Elle a entendu les histoires de tant de survivants – femmes, hommes et enfants aussi – au cours de l’année qui a suivi l’invasion de l’Ukraine par la Russie, un conflit où plusieurs pays, dont le Canada, ont conclu que la violence sexuelle était utilisée comme arme de guerre.
« Tout le monde n’en parle pas. Nous n’entendons que certaines choses », a déclaré Horovenko par l’intermédiaire d’un interprète.
« Les gens veulent oublier beaucoup de choses. »
Elle coordonne un service de conseil financé par le Canada à Uzhhorod, une petite station balnéaire près de la frontière avec la Slovaquie, où les gens sont arrivés par milliers après avoir fui les territoires occupés par la Russie.

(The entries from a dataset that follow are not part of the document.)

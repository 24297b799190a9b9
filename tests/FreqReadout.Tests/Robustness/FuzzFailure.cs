namespace FreqReadout.Tests.Robustness;

/// <summary>One input that ended in an undocumented exception or ran past the time bound.</summary>
public sealed class FuzzFailure
{
    public FuzzFailure(string operators, int inputSeed, byte[] input, string problem)
    {
        Operators = operators;
        InputSeed = inputSeed;
        Input = input;
        Problem = problem;
    }

    /// <summary>The operators applied, in order (e.g. "BitFlip+Splice").</summary>
    public string Operators { get; }

    /// <summary>The seed of the input's own <see cref="Random"/>: reruns this one input.</summary>
    public int InputSeed { get; }

    /// <summary>The (possibly minimised) failing bytes.</summary>
    public byte[] Input { get; set; }

    /// <summary>The exception or the hang.</summary>
    public string Problem { get; }

    /// <summary>Operators, seed, problem and a short hex excerpt of the input.</summary>
    public override string ToString()
    {
        int n = Math.Min(Input.Length, 48);
        string hex = Convert.ToHexString(Input, 0, n) + (Input.Length > n ? "..." : string.Empty);
        return $"{Operators} seed={InputSeed} length={Input.Length} hex={hex}: {Problem}";
    }
}
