// COMPILE-ONLY SHIM (FreqReadout.BoardShim.CompileOnly): never deployed, never run; every body throws.
// Signatures as declared in nanoframework/System.Device.Pwm, System.Device.Pwm/PwmChannel.cs, tag v1.1.23 (8f14504) (written from the signatures; no implementation copied). The real class is sealed and IDisposable; Dispose and the members firmware/Board/ does not use are left out.
using System;

namespace System.Device.Pwm
{
    /// <summary>Shim of nanoFramework's PwmChannel: only the members firmware/Board/ uses.</summary>
    public sealed class PwmChannel
    {
        private PwmChannel()
        {
        }

        /// <summary>The frequency, Hz (shim: throws).</summary>
        public int Frequency
        {
            get { throw new NotImplementedException("compile-only shim"); }
            set { throw new NotImplementedException("compile-only shim"); }
        }

        /// <summary>Starts the output (shim: throws).</summary>
        public void Start()
        {
            throw new NotImplementedException("compile-only shim");
        }

        /// <summary>Stops the output (shim: throws).</summary>
        public void Stop()
        {
            throw new NotImplementedException("compile-only shim");
        }

        /// <summary>Opens a channel on a pin (shim: throws). On an ESP32 the pin is first given a PWM function with Configuration.SetPinFunction; the real method returns null when no channel fits.</summary>
        public static PwmChannel CreateFromPin(int pin, int frequency = 400, double dutyCyclePercentage = 0.5)
        {
            throw new NotImplementedException("compile-only shim");
        }
    }
}
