namespace FreqReadout.Tests.Robustness;

/// <summary>The regression inputs: tests/FreqReadout.Tests/Data/fuzz-regressions/&lt;parser&gt;/ (copied to the test output).</summary>
public static class FuzzRegressionFiles
{
    public const string Folder = "fuzz-regressions";

    /// <summary>The copies in the test output, read by the replay test.</summary>
    public static string OutputFolder(string parser) => Path.Combine(AppContext.BaseDirectory, "Data", Folder, parser);

    /// <summary>
    /// Saves a failing input into the source tree (found by walking up to FreqReadout.sln), so it is
    /// committed with the fix; returns the path, or null when the source tree is not there.
    /// </summary>
    public static string? Save(string parser, FuzzFailure failure)
    {
        for (var dir = new DirectoryInfo(AppContext.BaseDirectory); dir != null; dir = dir.Parent)
        {
            if (File.Exists(Path.Combine(dir.FullName, "FreqReadout.sln")))
            {
                string folder = Path.Combine(dir.FullName, "tests", "FreqReadout.Tests", "Data", Folder, parser);
                Directory.CreateDirectory(folder);
                string path = Path.Combine(folder, $"{failure.Operators.Replace('+', '-')}-{failure.InputSeed}.bin");
                File.WriteAllBytes(path, failure.Input);
                return path;
            }
        }

        return null;
    }
}
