using System.Diagnostics;

namespace FreqReadout.Tests.Robustness;

/// <summary>
/// The mutation fuzz loop: a fixed base seed, one <see cref="Random"/> per input (seed derived from
/// the base seed and the input's index, so one input reruns alone), one to three named operators per
/// input, each parse checked to end in a result or the documented error. The loop runs on its own
/// thread; the calling thread watches it and stops waiting when one input runs past the hang bound.
/// </summary>
public sealed class FuzzRunner
{
    /// <summary>One input running longer than this is a hang (a guard, not a performance check).</summary>
    public static readonly TimeSpan HangBound = TimeSpan.FromSeconds(2);

    private readonly ParserTarget _target;

    public FuzzRunner(ParserTarget target)
    {
        _target = target;
    }

    /// <summary>Inputs that ended in a result.</summary>
    public int Results { get; private set; }

    /// <summary>Inputs that ended in the documented format error.</summary>
    public int DocumentedErrors { get; private set; }

    /// <summary>Applications of each operator.</summary>
    public Dictionary<MutationOperator, int> OperatorCounts { get; } = Mutator.All.ToDictionary(o => o, _ => 0);

    /// <summary>Failures met (at most <see cref="MaxFailures"/> kept).</summary>
    public List<FuzzFailure> Failures { get; } = new();

    /// <summary>Failures kept before the loop stops.</summary>
    public int MaxFailures { get; init; } = 20;

    /// <summary>The seed of input <paramref name="index"/>'s own Random.</summary>
    public static int InputSeed(int baseSeed, int index) => unchecked((baseSeed * 1_000_003) + index);

    /// <summary>Builds input <paramref name="inputSeed"/>: picks seeds and operators from its own Random.</summary>
    public byte[] Build(int inputSeed, out string operators)
    {
        var rng = new Random(inputSeed);
        var seeds = _target.Seeds;
        byte[] input = seeds[rng.Next(seeds.Count)];
        int steps = rng.Next(4) == 0 ? rng.Next(2, 4) : 1;
        var names = new List<string>();
        for (int s = 0; s < steps; s++)
        {
            var op = Mutator.All[rng.Next(Mutator.All.Length)];
            byte[] other = seeds[rng.Next(seeds.Count)];
            byte[]? framed = _target.BlockAware && rng.Next(4) != 0 ? BinaryBlocks.MutateBlock(op, input, other, rng) : null;
            input = framed ?? Mutator.Apply(op, input, other, rng);
            OperatorCounts[op]++;
            names.Add(framed != null ? "Block" + op : op.ToString());
        }

        operators = string.Join("+", names);
        return input;
    }

    /// <summary>Parses one input: null when it ended in a result or the documented error, else what went wrong.</summary>
    public string? Check(byte[] input)
    {
        try
        {
            _target.Parse(input);
            Results++;
            return null;
        }
        catch (Exception ex) when (ex.GetType() == _target.DocumentedError)
        {
            if (string.IsNullOrWhiteSpace(ex.Message) || ex.Message.Length > 4000)
            {
                return $"{ex.GetType().Name} with an unusable message ({ex.Message.Length} characters)";
            }

            DocumentedErrors++;
            return null;
        }
        catch (Exception ex)
        {
            return $"{ex.GetType().FullName}: {ex.Message} at {ex.StackTrace?.Split('\n').FirstOrDefault()?.Trim()}";
        }
    }

    /// <summary>Runs <paramref name="count"/> mutated inputs; returns when done, after <see cref="MaxFailures"/> failures, or at a hang.</summary>
    public void Run(int baseSeed, int count)
    {
        long inputStarted = 0;
        int current = -1;
        string currentOps = string.Empty;
        byte[] currentInput = Array.Empty<byte>();
        bool done = false;
        bool abandoned = false;
        Exception? loopError = null;
        var clock = Stopwatch.StartNew();

        var thread = new Thread(() =>
        {
            try
            {
                for (int i = 0; i < count && Failures.Count < MaxFailures; i++)
                {
                    lock (this)
                    {
                        if (abandoned)
                        {
                            return;
                        }
                    }

                    int seed = InputSeed(baseSeed, i);
                    byte[] input = Build(seed, out string ops);
                    lock (this)
                    {
                        current = seed;
                        currentOps = ops;
                        currentInput = input;
                        inputStarted = clock.ElapsedTicks;
                    }

                    long t0 = Stopwatch.GetTimestamp();
                    string? problem = Check(input);
                    var took = Stopwatch.GetElapsedTime(t0);
                    if (problem == null && took > HangBound)
                    {
                        problem = $"took {took.TotalSeconds:F1} s (bound {HangBound.TotalSeconds} s)";
                    }

                    if (problem != null)
                    {
                        lock (this)
                        {
                            if (abandoned)
                            {
                                return;
                            }

                            Failures.Add(new FuzzFailure(ops, seed, input, problem));
                        }
                    }
                }
            }
            catch (Exception ex)
            {
                loopError = ex;
            }
            finally
            {
                lock (this)
                {
                    done = true;
                }
            }
        })
        { IsBackground = true, Name = "fuzz " + _target.Name };
        thread.Start();

        while (!thread.Join(100))
        {
            lock (this)
            {
                if (!done && current >= 0 && Stopwatch.GetElapsedTime(0, clock.ElapsedTicks - inputStarted) > HangBound * 2)
                {
                    // Still inside one input: report it as a hang and leave the (background) thread behind.
                    Failures.Add(new FuzzFailure(currentOps, current, currentInput, $"still running after {HangBound.TotalSeconds * 2} s: a hang"));
                    abandoned = true;
                    return;
                }
            }
        }

        if (loopError != null)
        {
            throw new InvalidOperationException("the fuzz loop itself failed", loopError);
        }
    }

    /// <summary>
    /// Shrinks a failing input a little: removes chunks (halves down to single bytes) while the input
    /// still fails the same way (same exception type), at most <paramref name="attempts"/> parses.
    /// </summary>
    public byte[] Minimise(byte[] input, string problem, int attempts = 400)
    {
        string kind = problem.Split(':')[0];
        byte[] best = input;
        for (int chunk = Math.Max(1, best.Length / 2); chunk >= 1 && attempts > 0; chunk /= 2)
        {
            for (int at = 0; at + chunk <= best.Length && attempts > 0;)
            {
                byte[] trial = new byte[best.Length - chunk];
                Array.Copy(best, 0, trial, 0, at);
                Array.Copy(best, at + chunk, trial, at, best.Length - at - chunk);
                attempts--;
                string? p = Check(trial);
                if (p != null && p.Split(':')[0] == kind && !p.StartsWith("took", StringComparison.Ordinal))
                {
                    best = trial;
                }
                else
                {
                    at += chunk;
                }
            }
        }

        return best;
    }
}
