using System.Text;

namespace FreqReadout.Tests.Robustness;

/// <summary>
/// Applies the named mutation operators to seed inputs. Deterministic: the same seeds, operator and
/// <see cref="Random"/> state give the same bytes, so a failure reproduces from its input seed.
/// </summary>
public static class Mutator
{
    /// <summary>Every operator, in the order the fuzz loop cycles through them.</summary>
    public static readonly MutationOperator[] All = Enum.GetValues<MutationOperator>();

    private static readonly byte[] Structural = Encoding.ASCII.GetBytes(",\n\r#=:{}[]\"-.e0 \t\\");

    private static readonly string[] Boundaries =
    {
        "0", "-1", "-0", "1", "9223372036854775807", "9223372036854775808", "-9223372036854775808",
        "18446744073709551615", "18446744073709551616", "4294967296", "16777216", "65536", "1e308",
        "-1e308", "1e309", "4.9e-324", "NaN", "Infinity", "-Infinity", "0x10", "1.5", "1e",
        new string('9', 400), "0." + new string('0', 300) + "1", "00000000000000000000001",
    };

    /// <summary>Mutates <paramref name="input"/> with <paramref name="op"/>; <paramref name="other"/> is the second input of a splice.</summary>
    public static byte[] Apply(MutationOperator op, byte[] input, byte[] other, Random rng)
    {
        var b = new List<byte>(input);
        switch (op)
        {
            case MutationOperator.BitFlip:
                if (b.Count == 0)
                {
                    break;
                }

                for (int i = rng.Next(1, 9); i > 0; i--)
                {
                    int at = rng.Next(b.Count);
                    b[at] ^= (byte)(1 << rng.Next(8));
                }

                break;

            case MutationOperator.ByteInsertion:
            {
                int at = rng.Next(b.Count + 1);
                int n = rng.Next(1, 17);
                var add = new byte[n];
                for (int i = 0; i < n; i++)
                {
                    add[i] = rng.Next(2) == 0 ? (byte)rng.Next(256) : Structural[rng.Next(Structural.Length)];
                }

                b.InsertRange(at, add);
                break;
            }

            case MutationOperator.ByteDeletion:
                if (b.Count > 0)
                {
                    int at = rng.Next(b.Count);
                    b.RemoveRange(at, Math.Min(rng.Next(1, 17), b.Count - at));
                }

                break;

            case MutationOperator.ChunkDuplication:
                if (b.Count > 0)
                {
                    int from = rng.Next(b.Count);
                    int n = Math.Min(rng.Next(1, 257), b.Count - from);
                    var chunk = b.GetRange(from, n);
                    int copies = rng.Next(1, 4);
                    int to = rng.Next(b.Count + 1);
                    for (int i = 0; i < copies; i++)
                    {
                        b.InsertRange(to, chunk);
                    }
                }

                break;

            case MutationOperator.Truncation:
                b = b.GetRange(0, b.Count == 0 ? 0 : rng.Next(b.Count));
                break;

            case MutationOperator.BoundaryNumber:
                ReplaceDigitRun(b, rng);
                break;

            case MutationOperator.Splice:
            {
                int cutA = rng.Next(b.Count + 1);
                int cutB = rng.Next(other.Length + 1);
                b = b.GetRange(0, cutA);
                b.AddRange(other.AsSpan(cutB).ToArray());
                break;
            }
        }

        return b.ToArray();
    }

    /// <summary>Replaces a random run of ASCII digits (or, in binary input, 8 bytes) with a boundary value.</summary>
    private static void ReplaceDigitRun(List<byte> b, Random rng)
    {
        var runs = new List<(int Start, int Length)>();
        for (int i = 0; i < b.Count;)
        {
            if (b[i] >= '0' && b[i] <= '9')
            {
                int start = i;
                while (i < b.Count && b[i] >= '0' && b[i] <= '9')
                {
                    i++;
                }

                runs.Add((start, i - start));
            }
            else
            {
                i++;
            }
        }

        if (runs.Count == 0 || rng.Next(4) == 0)
        {
            // Also boundary integers as raw little-endian fields, for the binary format's counts and lengths.
            if (b.Count >= 8)
            {
                ulong[] raw = { 0, ulong.MaxValue, 1UL << 63, (1UL << 63) - 1, uint.MaxValue, 1UL << 32, 0x7FF8_0000_0000_0000 };
                int at = rng.Next(b.Count - 7);
                int width = new[] { 1, 2, 4, 8 }[rng.Next(4)];
                ulong v = raw[rng.Next(raw.Length)];
                for (int i = 0; i < width; i++)
                {
                    b[at + i] = (byte)(v >> (8 * i));
                }
            }

            if (runs.Count == 0)
            {
                return;
            }
        }

        var (s, len) = runs[rng.Next(runs.Count)];
        b.RemoveRange(s, len);
        b.InsertRange(s, Encoding.ASCII.GetBytes(Boundaries[rng.Next(Boundaries.Length)]));
    }
}
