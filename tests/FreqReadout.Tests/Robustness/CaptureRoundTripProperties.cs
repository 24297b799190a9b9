using FreqReadout.Counting;
using FreqReadout.Host.Captures;
using FsCheck;
using FsCheck.Fluent;
using FsCheck.Xunit;

namespace FreqReadout.Tests.Robustness;

/// <summary>
/// Property: a random capture within the format contract (any kind, timer and count width, clock,
/// prescale, signal and beat side, optional temp_c and mark columns, ticks increasing with wraps)
/// written as text, converted to binary and back to text keeps every row and every metadata field,
/// and the final text is byte for byte the first one.
/// </summary>
public sealed class CaptureRoundTripProperties
{
    /// <summary>A generated capture: metadata plus rows (ticks already wrapped to the timer width).</summary>
    public sealed record CaptureCase(CaptureMetadata Metadata, IReadOnlyList<CaptureRow> Rows)
    {
        public override string ToString() =>
            $"{Metadata.Kind} clock={Metadata.ClockHz:R} prescale={Metadata.Prescale} timer_bits={Metadata.TimerBits} count_bits={Metadata.CountBits} " +
            $"signal={Metadata.Signal} side={Metadata.BeatSide} columns=[{string.Join(",", Metadata.ExtraColumns)}] rows={Rows.Count}" +
            (Rows.Count > 0 ? $" first tick={Rows[0].Tick}" : string.Empty);
    }

    private static readonly string[] Marks = { "rebaseline", "hold", "release", "stone edge", "pass 3 é" };

    private static Gen<CaptureMetadata> MetadataGen() =>
        from kind in Gen.Elements(CaptureKind.Edges, CaptureKind.Snapshots)
        from timerBits in Gen.Elements(16, 24, 32, 64)
        from countBits in Gen.Elements(16, 24, 32, 64)
        from clockInt in Gen.Choose(1, 100_000_000)
        from clockFrac in Gen.Choose(0, 999_999)
        from wholeClock in Gen.Elements(true, false)
        from prescale in Gen.Choose(1, 4096)
        from beat in Gen.Choose(0, 2)
        from temp in Gen.Elements(true, false)
        from mark in Gen.Elements(true, false)
        from markFirst in Gen.Elements(true, false)
        select Build(kind, timerBits, countBits, wholeClock ? clockInt : clockInt + (clockFrac / 1e6), prescale, beat, temp, mark, markFirst);

    private static CaptureMetadata Build(CaptureKind kind, int timerBits, int countBits, double clockHz, int prescale, int beat, bool temp, bool mark, bool markFirst)
    {
        var md = new CaptureMetadata { Kind = kind, TimerBits = timerBits, CountBits = countBits, ClockHz = clockHz, Prescale = prescale };
        if (beat > 0)
        {
            md.Signal = SignalKind.Beat;
            md.BeatSide = beat == 1 ? BeatSide.Above : BeatSide.Below;
        }

        if (temp)
        {
            md.ExtraColumns.Add(CaptureColumns.TemperatureC);
        }

        if (mark)
        {
            md.ExtraColumns.Insert(markFirst ? 0 : md.ExtraColumns.Count, CaptureColumns.Mark);
        }

        return md;
    }

    /// <summary>One row's random parts: tick step, count step, temperature (or none), mark index (or none).</summary>
    private static Gen<(int Step, int CountStep, int? TempMilli, int? Mark)> RowGen() =>
        from step in Gen.Frequency((3, Gen.Choose(1, 300)), (1, Gen.Choose(1, 1 << 22)))
        from countStep in Gen.Choose(0, 5000)
        from hasTemp in Gen.Frequency((1, Gen.Constant(true)), (4, Gen.Constant(false)))
        from tempMilli in Gen.Choose(-273_150, 999_999)
        from hasMark in Gen.Frequency((1, Gen.Constant(true)), (9, Gen.Constant(false)))
        from mark in Gen.Choose(0, Marks.Length - 1)
        select (step, countStep, hasTemp ? tempMilli : (int?)null, hasMark ? mark : (int?)null);

    private static Gen<CaptureCase> CaseGen() =>
        from md in MetadataGen()
        from startHi in Gen.Choose(0, int.MaxValue)
        from startLo in Gen.Choose(0, int.MaxValue)
        from parts in Gen.ListOf(RowGen())
        select MakeCase(md, ((ulong)startHi << 31) | (uint)startLo, parts);

    private static CaptureCase MakeCase(CaptureMetadata md, ulong start, IEnumerable<(int Step, int CountStep, int? TempMilli, int? Mark)> parts)
    {
        ulong tickMask = md.TimerBits == 64 ? ulong.MaxValue : (1UL << md.TimerBits) - 1;
        ulong countMask = md.CountBits == 64 ? ulong.MaxValue : (1UL << md.CountBits) - 1;
        ulong tick = start & tickMask;
        ulong count = (start >> 7) & countMask;
        var rows = new List<CaptureRow>();
        foreach (var p in parts)
        {
            // Steps stay below one wrap of the narrowest timer, so the ticks increase once unwrapped.
            tick = (tick + (ulong)Math.Min(p.Step, (long)(tickMask / 2))) & tickMask;
            if (md.Kind == CaptureKind.Snapshots)
            {
                count = (count + (ulong)p.CountStep) & countMask;
            }

            // Temperatures with a fraction that is not a short decimal, so the round trip must keep every bit.
            double? temp = md.HasTemperatureColumn && p.TempMilli is int t ? t / 1000.0 + (t % 7) * 1e-9 / 3 : null;
            string? mark = md.HasMarkColumn && p.Mark is int m ? Marks[m] : null;
            rows.Add(new CaptureRow(0, tick, md.Kind == CaptureKind.Snapshots ? count : 0, temp, mark));
        }

        return new CaptureCase(md, rows);
    }

    private static byte[] Write(CaptureMetadata md, IEnumerable<CaptureRow> rows, CaptureFileFormat format)
    {
        var stream = new MemoryStream();
        using (var writer = CaptureFile.Create(stream, md, format))
        {
            foreach (var row in rows)
            {
                writer.WriteRow(row);
            }

            writer.Complete(Array.Empty<KeyValuePair<string, string>>());
        }

        return stream.ToArray();
    }

    private static (CaptureMetadata Metadata, List<CaptureRow> Rows) Read(byte[] bytes)
    {
        using var reader = CaptureFile.Open(new MemoryStream(bytes), "property");
        var rows = reader.ReadRows().ToList();
        return (reader.Metadata, rows);
    }

    private static void AssertSame(CaptureCase expected, CaptureMetadata md, IReadOnlyList<CaptureRow> rows)
    {
        Assert.Equal(expected.Metadata.ClockHz, md.ClockHz);
        Assert.Equal(
            (expected.Metadata.Kind, expected.Metadata.Prescale, expected.Metadata.TimerBits, expected.Metadata.CountBits, expected.Metadata.Signal, expected.Metadata.BeatSide),
            (md.Kind, md.Prescale, md.TimerBits, md.CountBits, md.Signal, md.BeatSide));
        Assert.Equal(expected.Metadata.ExtraColumns, md.ExtraColumns);
        Assert.Equal(expected.Rows.Count, rows.Count);
        for (int i = 0; i < rows.Count; i++)
        {
            var e = expected.Rows[i];
            var g = rows[i];
            Assert.Equal((e.Tick, e.Count, e.TemperatureC, e.Mark), (g.Tick, g.Count, g.TemperatureC, g.Mark));
        }
    }

    [Property(MaxTest = 200)]
    public Property Text_to_binary_to_text_is_lossless() =>
        Prop.ForAll(CaseGen().ToArbitrary(), c =>
        {
            byte[] text = Write(c.Metadata, c.Rows, CaptureFileFormat.Text);
            var fromText = Read(text);
            AssertSame(c, fromText.Metadata, fromText.Rows);

            byte[] binary = Write(fromText.Metadata, fromText.Rows, CaptureFileFormat.Binary);
            Assert.Equal(CaptureFileFormat.Binary, DetectFormat(binary));
            var fromBinary = Read(binary);
            AssertSame(c, fromBinary.Metadata, fromBinary.Rows);

            byte[] textAgain = Write(fromBinary.Metadata, fromBinary.Rows, CaptureFileFormat.Text);
            Assert.Equal(text, textAgain);
        });

    private static CaptureFileFormat DetectFormat(byte[] bytes) =>
        bytes.AsSpan().StartsWith(BinaryCaptureFormat.Magic) ? CaptureFileFormat.Binary : CaptureFileFormat.Text;
}
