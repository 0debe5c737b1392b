import { useState } from 'react';
import { useForm } from 'react-hook-form';
import { zodResolver } from '@hookform/resolvers/zod';
import type { z } from 'zod';
import { loginBody, type LoginBody } from '@shared/schemas/auth';
import { Button } from '@/components/ui/button';
import { PasswordField, TextField } from '@/components/ui/field';
import { Alert } from '@/components/ui/alert';
import { codeAsked, useLogin } from '@/lib/auth';
import { formParseOptions } from '@/lib/form-errors';
import { useServerErrors } from '@/hooks/use-server-errors';
import { SignInCodeForm } from './sign-in-code-form';

const FIELDS = ['email', 'password'] as const;

/**
 * E-mail and password; the server's own words when they are refused (wrong
 * password, too many attempts). For an account with the second factor on,
 * a right password leads to the code step (SignInCodeForm).
 */
export function SignInForm({ onSignedIn }: { onSignedIn: () => void }) {
  const login = useLogin();
  const [asked, setAsked] = useState<string | null>(null);
  const {
    register,
    handleSubmit,
    setError,
    setFocus,
    resetField,
    formState: { errors, isSubmitting },
  } = useForm<z.input<typeof loginBody>, unknown, LoginBody>({
    resolver: zodResolver(loginBody, formParseOptions),
    defaultValues: { email: '', password: '' },
  });
  const { formError, send } = useServerErrors(setError, FIELDS);

  const onSubmit = handleSubmit(async (body) => {
    const signedIn = await send(async () => {
      const answer = await login.mutateAsync(body);
      if (codeAsked(answer)) setAsked(answer.message);
      else onSignedIn();
    });
    if (!signedIn) {
      resetField('password');
      setFocus('password');
    }
  });

  if (asked !== null) {
    return (
      <SignInCodeForm
        asked={asked}
        onSignedIn={onSignedIn}
        onStartAgain={() => {
          setAsked(null);
          resetField('password');
        }}
      />
    );
  }

  return (
    <form onSubmit={onSubmit} noValidate aria-label="Sign in" className="space-y-4">
      {formError ? <Alert title={formError} /> : null}
      <TextField label="E-mail" type="email" autoComplete="username" error={errors.email?.message} {...register('email')} />
      <PasswordField
        label="Password"
        autoComplete="current-password"
        error={errors.password?.message}
        {...register('password')}
      />
      <Button type="submit" className="w-full" disabled={isSubmitting}>
        {isSubmitting ? 'Signing in…' : 'Sign in'}
      </Button>
    </form>
  );
}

Le service, qui a fourni un soutien à quelque 200 survivants de violences sexuelles et domestiques, est l’un des nombreux que le Canada a lancés par l’intermédiaire du Fonds des Nations Unies pour la population dans le cadre d’un programme d’aide de 7 millions de dollars. Il y a aussi 9,7 millions de dollars destinés à enquêter sur les agressions sexuelles perpétrées par les troupes russes dans les territoires occupés et à les traduire en justice.
En octobre, la Mission de surveillance des droits de l’homme des Nations Unies en Ukraine avait documenté 86 cas de violences sexuelles liées au conflit contre des adultes et des enfants, notamment des viols collectifs, la nudité forcée, la torture et d’autres abus aux mains des forces russes.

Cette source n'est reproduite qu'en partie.